4 Time planning and limitations

Be aware of the time you have left to do the research. Data / information collection and organisation takes time, and you need to get started on it early if you want to be able to say anything useful by the time you finish writing your project up. If you are efficient in how you work this guide might help:

A brief guide:

  1. Problem identification and reading: 1 week

  2. Write literature review: 1 week

  3. Write first draft of introduction: 2 days

  4. Data collection: 1 week

  5. Write method and methodology section: 3 days

  6. Data cleaning and analysis: 2 weeks

  7. Write results: 1 week

  8. Write conclusion: 2 days

  9. Re-write introduction: 2 days

  10. Check document for references and errors: 1 day

Total: 8 weeks. From mid-March this would get you to mid-May, or from mid-September it would take you to mid-November.

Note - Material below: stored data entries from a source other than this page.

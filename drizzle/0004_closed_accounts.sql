-- The record stays append-only, with two exceptions that a transaction must name beforehand: a
-- brewery that ends takes its record along, and a closed account's name leaves an acceptance.
CREATE OR REPLACE FUNCTION refuse_change_of_record() RETURNS trigger LANGUAGE plpgsql AS $$
BEGIN
  IF TG_OP = 'DELETE' AND OLD.brewery_id::text = current_setting('barmkin.ending_brewery', true) THEN
    RETURN OLD;
  END IF;
  IF TG_OP = 'UPDATE' AND current_setting('barmkin.redacting', true) = 'on'
    AND (to_jsonb(NEW) - 'before' - 'after') = (to_jsonb(OLD) - 'before' - 'after') THEN
    RETURN NEW;
  END IF;
  RAISE EXCEPTION 'the change record is append-only' USING ERRCODE = 'restrict_violation';
END $$;
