//! What weighing a state gives, as far as two states are compared: verdicts, the oil proposed and
//! the governing limits of each point.

use crate::demand::governing::limit_amount;
use crate::demand::{Demands, End};
use crate::model::rulebook::Rulebook;
use crate::model::site::House;
use crate::model::{Oil, Point, Site};
use crate::quantity::show::{Toward, Units, exact, quantity};
use crate::quantity::{Measure, ThermodynamicTemperature};
use crate::weighing::{Scales, Settings, oil_in_use};
use std::collections::{BTreeMap, BTreeSet};

/// One thing that may move.
#[derive(Clone, Debug, PartialEq, Eq, PartialOrd, Ord)]
pub enum What {
    /// The point itself: there or not.
    Point,
    /// The oil proposed.
    Oil,
    /// The word of an oil.
    Verdict(String),
    /// The governing limit of an end.
    Limit(&'static str),
}

impl What {
    /// The word of JSON documents.
    pub fn word(&self) -> &'static str {
        match self {
            Self::Point => "machine",
            Self::Oil => "oil",
            Self::Verdict(_) => "verdict",
            Self::Limit(_) => "limit",
        }
    }
}

/// A thing as shown, with the figures it stands for.
#[derive(Clone, Debug, PartialEq)]
pub struct Shown {
    /// As printed.
    pub says: String,
    /// The figures behind it, unrounded.
    pub figures: Vec<f64>,
    /// What set a limit.
    pub by: String,
}

impl Shown {
    fn word(says: impl Into<String>) -> Self {
        Self {
            says: says.into(),
            figures: Vec::new(),
            by: String::new(),
        }
    }

    /// Whether two are the same: in words, and figures within a billionth.
    pub fn same(&self, other: &Self) -> bool {
        let close = |(a, b): (&f64, &f64)| (a - b).abs() <= 1e-9 * a.abs().max(b.abs());
        let figures = self.figures.len() == other.figures.len()
            && self.figures.iter().zip(&other.figures).all(close);
        // words of a limit are its figures, rounded
        let words = !self.figures.is_empty() || self.says == other.says;
        figures && words && self.by == other.by
    }

    /// Both as printed; where the print does not tell them apart the figures are added.
    pub fn apart(was: Option<&Self>, is: Option<&Self>) -> (Option<String>, Option<String>) {
        let alike = matches!((was, is), (Some(a), Some(b)) if a.says == b.says);
        let others = matches!((was, is), (Some(a), Some(b)) if a.by != b.by);
        let one = |s: &Self| {
            if others {
                format!("{} ({})", s.says, s.by)
            } else if alike {
                let figures: Vec<String> =
                    s.figures.iter().map(|f| format!("{}", exact(*f))).collect();
                format!("{} (in base units {})", s.says, figures.join(", "))
            } else {
                s.says.clone()
            }
        };
        (was.map(one), is.map(one))
    }
}

/// Everything that may move, by address and thing.
pub type Outcome = BTreeMap<(String, What), Shown>;

/// The ends whose governing limit is compared, with their words.
const ENDS: [(End, &str); 5] = [
    (End::HotFloor, "hot floor"),
    (End::RunningCeiling, "running ceiling"),
    (End::StartCeiling, "start ceiling"),
    (End::MakerGrade, "maker's grade"),
    (End::PourMargin, "pour margin"),
];

/// What everything on a site is weighed with: two points that read alike come out alike under it.
#[derive(PartialEq)]
struct Terms {
    oils: Vec<Oil>,
    house: House,
    /// The oils in use somewhere on the site: the order of candidates goes by them.
    on_site: BTreeSet<String>,
    own_rules: String,
    reserve: Option<f64>,
    worn: bool,
    units: Units,
}

/// A point that was weighed, with what came out.
struct Known {
    terms: usize,
    point: Point,
    found: Vec<(What, Shown)>,
}

/// Everything weighed so far. States that differ in one input agree in most points; a point is
/// weighed again only where it, or what it is weighed with, is another.
#[derive(Default)]
pub struct Book {
    terms: Vec<Terms>,
    known: BTreeMap<String, Vec<Known>>,
    /// Points weighed, not found in the book.
    pub weighed: usize,
}

/// The rules in force, with the user's own as one text: what tells two of them apart.
#[derive(Clone, Copy)]
pub struct Rules<'r> {
    /// All of them.
    pub all: &'r Rulebook,
    /// The user's own.
    pub own: &'r str,
}

impl Book {
    /// Weighs every oil on every point; none where an oil makes no curve.
    pub fn outcome(
        &mut self,
        site: &Site,
        rules: Rules<'_>,
        settings: Settings,
    ) -> Option<Outcome> {
        let terms = self.terms(site, rules, settings);
        let mut scales: Option<Scales<'_>> = None;
        let mut all = Outcome::new();
        for point in &site.points {
            let address = point.address();
            let mut known = self.known.get(&address).into_iter().flatten();
            let before = known.find(|k| k.terms == terms && k.point == *point);
            let found = if let Some(known) = before {
                known.found.clone()
            } else {
                if scales.is_none() {
                    scales = Some(Scales::new(site, rules.all, settings).ok()?);
                }
                let found = of_point(scales.as_ref()?, point);
                self.weighed += 1;
                self.known.entry(address.clone()).or_default().push(Known {
                    terms,
                    point: point.clone(),
                    found: found.clone(),
                });
                found
            };
            let found = found.into_iter();
            all.extend(found.map(|(what, shown)| ((address.clone(), what), shown)));
        }
        Some(all)
    }

    fn terms(&mut self, site: &Site, rules: Rules<'_>, settings: Settings) -> usize {
        let on_site = site.points.iter().filter_map(oil_in_use);
        let terms = Terms {
            oils: site.oils.clone(),
            house: site.house.clone(),
            on_site: on_site.map(str::to_owned).collect(),
            own_rules: rules.own.to_owned(),
            reserve: settings.reserve,
            worn: settings.worn,
            units: settings.units,
        };
        let known = self.terms.iter().position(|t| *t == terms);
        known.unwrap_or_else(|| {
            self.terms.push(terms);
            self.terms.len() - 1
        })
    }
}

/// What weighing a point gives.
fn of_point<'a>(scales: &Scales<'a>, point: &'a Point) -> Vec<(What, Shown)> {
    let w = scales.weigh(point);
    let id = |oil: usize| scales.site.oils[oil].id.clone();
    let proposed = w.proposed().map_or("none".to_owned(), |c| id(c.oil));
    let mut found = vec![
        (What::Point, Shown::word("there")),
        (What::Oil, Shown::word(proposed)),
    ];
    found.extend(w.candidates.iter().map(|c| {
        let word = c.judgement.verdict.word();
        (What::Verdict(id(c.oil)), Shown::word(word))
    }));
    let barred = w.barred.iter();
    found.extend(barred.map(|b| (What::Verdict(id(b.oil)), Shown::word("barred"))));
    found.extend(ENDS.into_iter().filter_map(|(end, word)| {
        let says = limit(&w.demands.middle, end, scales.units)?;
        Some((What::Limit(word), says))
    }));
    found
}

/// The governing limit of an end.
fn limit(demands: &Demands, end: End, units: Units) -> Option<Shown> {
    let demand = &demands.list[demands.governing(end)?];
    let t = demands.governing_temperature(demand);
    let shown = |base: f64| {
        quantity(
            ThermodynamicTemperature::from_base(base).amount(),
            units,
            Toward::Nearest,
        )
    };
    let at = t.map_or(String::new(), |t| format!(" at {}", shown(t)));
    let amount = limit_amount(demand, t);
    let says = amount.map_or_else(
        || "the oil's own".to_owned(),
        |a| quantity(a, units, Toward::Nearest),
    );
    let figures = amount.map(|a| a.base).into_iter().chain(t).collect();
    Some(Shown {
        says: format!("{says}{at}"),
        figures,
        by: demand.says.clone(),
    })
}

The later you start, the later you finish, or… if you have a deadline… the more you have to sacrifice in terms of quality.

Remember to add time for:

  • Reading and feedback

4.1 Reverse time-planning

A very powerful way to plan your project is to take the delivery date and work backwards.

Pick your delivery date, and then work out how much time you need for each of the jobs you need to do – but starting from the last job first.

I will also share a project planner with you all when we have shared supervision space established.